#### [Given data]

**********

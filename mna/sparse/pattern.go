package sparse

import (
	"fmt"
	"sort"
)

// Pattern says where the entries of an n x n matrix are. Entry k of any slice of values belongs to
// row rows[k] and column cols[k] of [NewPattern].
type Pattern struct {
	n       int
	entries int // length of a slice of values, ignored entries included
	// by column: the entries of column j are at colStart[j] .. colStart[j+1]
	colStart []int32
	row      []int32
	entry    []int32 // index into the values
}

// NewPattern makes the pattern of an n x n matrix. An entry with a negative row or column is ignored;
// entries at the same place are summed. An index outside the matrix is an error.
func NewPattern(n int, rows, cols []int32) (*Pattern, error) {
	if n < 0 || len(rows) != len(cols) {
		return nil, fmt.Errorf("sparse: a pattern needs an order of at least 0 and as many rows as columns, got order %d, %d rows and %d columns", n, len(rows), len(cols))
	}
	p := &Pattern{n: n, entries: len(rows), colStart: make([]int32, n+1)}
	for k := range rows {
		if rows[k] < 0 || cols[k] < 0 {
			continue
		}
		if int(rows[k]) >= n || int(cols[k]) >= n {
			return nil, fmt.Errorf("sparse: entry %d at row %d, column %d lies outside a matrix of order %d", k, rows[k], cols[k], n)
		}
		p.colStart[cols[k]+1]++
	}
	for j := range n {
		p.colStart[j+1] += p.colStart[j]
	}
	p.row = make([]int32, p.colStart[n])
	p.entry = make([]int32, p.colStart[n])
	next := append([]int32(nil), p.colStart[:n]...)
	for k := range rows {
		if rows[k] < 0 || cols[k] < 0 {
			continue
		}
		at := next[cols[k]]
		p.row[at], p.entry[at] = rows[k], int32(k)
		next[cols[k]]++
	}
	for j := range n {
		sort.Sort(columnEntries{p.row[p.colStart[j]:p.colStart[j+1]], p.entry[p.colStart[j]:p.colStart[j+1]]})
	}
	return p, nil
}

// columnEntries sorts the entries of a column by row and then by index, so that sums have one order.
type columnEntries struct{ row, entry []int32 }

func (c columnEntries) Len() int { return len(c.row) }
func (c columnEntries) Less(i, j int) bool {
	return c.row[i] < c.row[j] || c.row[i] == c.row[j] && c.entry[i] < c.entry[j]
}
func (c columnEntries) Swap(i, j int) {
	c.row[i], c.row[j] = c.row[j], c.row[i]
	c.entry[i], c.entry[j] = c.entry[j], c.entry[i]
}

// Order returns n.
func (p *Pattern) Order() int { return p.n }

**********

#### [Exercise description]
Each entry should be reproduced in the output exactly.

#### [Answer for the task]
filename mna/sparse/pattern.go
package sparse

import (
	"fmt"
	"sort"
)

// Pattern says where the entries of an n x n matrix are. Entry k of any slice of values belongs to
// row rows[k] and column cols[k] of [NewPattern].
type Pattern struct {
	n       int
	entries int // length of a slice of values, ignored entries included
	// by column: the entries of column j are at colStart[j] .. colStart[j+1]
	colStart []int32
	row      []int32
	entry    []int32 // index into the values
}

// NewPattern makes the pattern of an n x n matrix. An entry with a negative row or column is ignored;
// entries at the same place are summed. An index outside the matrix is an error.
func NewPattern(n int, rows, cols []int32) (*Pattern, error) {
	if n < 0 || len(rows) != len(cols) {
		return nil, fmt.Errorf("sparse: a pattern needs an order of at least 0 and as many rows as columns, got order %d, %d rows and %d columns", n, len(rows), len(cols))
	}
	p := &Pattern{n: n, entries: len(rows), colStart: make([]int32, n+1)}
	for k := range rows {
		if rows[k] < 0 || cols[k] < 0 {
			continue
		}
		if int(rows[k]) >= n || int(cols[k]) >= n {
			return nil, fmt.Errorf("sparse: entry %d at row %d, column %d lies outside a matrix of order %d", k, rows[k], cols[k], n)
		}
		p.colStart[cols[k]+1]++
	}
	for j := range n {
		p.colStart[j+1] += p.colStart[j]
	}
	p.row = make([]int32, p.colStart[n])
	p.entry = make([]int32, p.colStart[n])
	next := append([]int32(nil), p.colStart[:n]...)
	for k := range rows {
		if rows[k] < 0 || cols[k] < 0 {
			continue
		}
		at := next[cols[k]]
		p.row[at], p.entry[at] = rows[k], int32(k)
		next[cols[k]]++
	}
	for j := range n {
		sort.Sort(columnEntries{p.row[p.colStart[j]:p.colStart[j+1]], p.entry[p.colStart[j]:p.colStart[j+1]]})
	}
	return p, nil
}

// columnEntries sorts the entries of a column by row and then by index, so that sums have one order.
type columnEntries struct{ row, entry []int32 }

func (c columnEntries) Len() int { return len(c.row) }
func (c columnEntries) Less(i, j int) bool {
	return c.row[i] < c.row[j] || c.row[i] == c.row[j] && c.entry[i] < c.entry[j]
}
func (c columnEntries) Swap(i, j int) {
	c.row[i], c.row[j] = c.row[j], c.row[i]
	c.entry[i], c.entry[j] = c.entry[j], c.entry[i]
}

// Order returns n.
func (p *Pattern) Order() int { return p.n }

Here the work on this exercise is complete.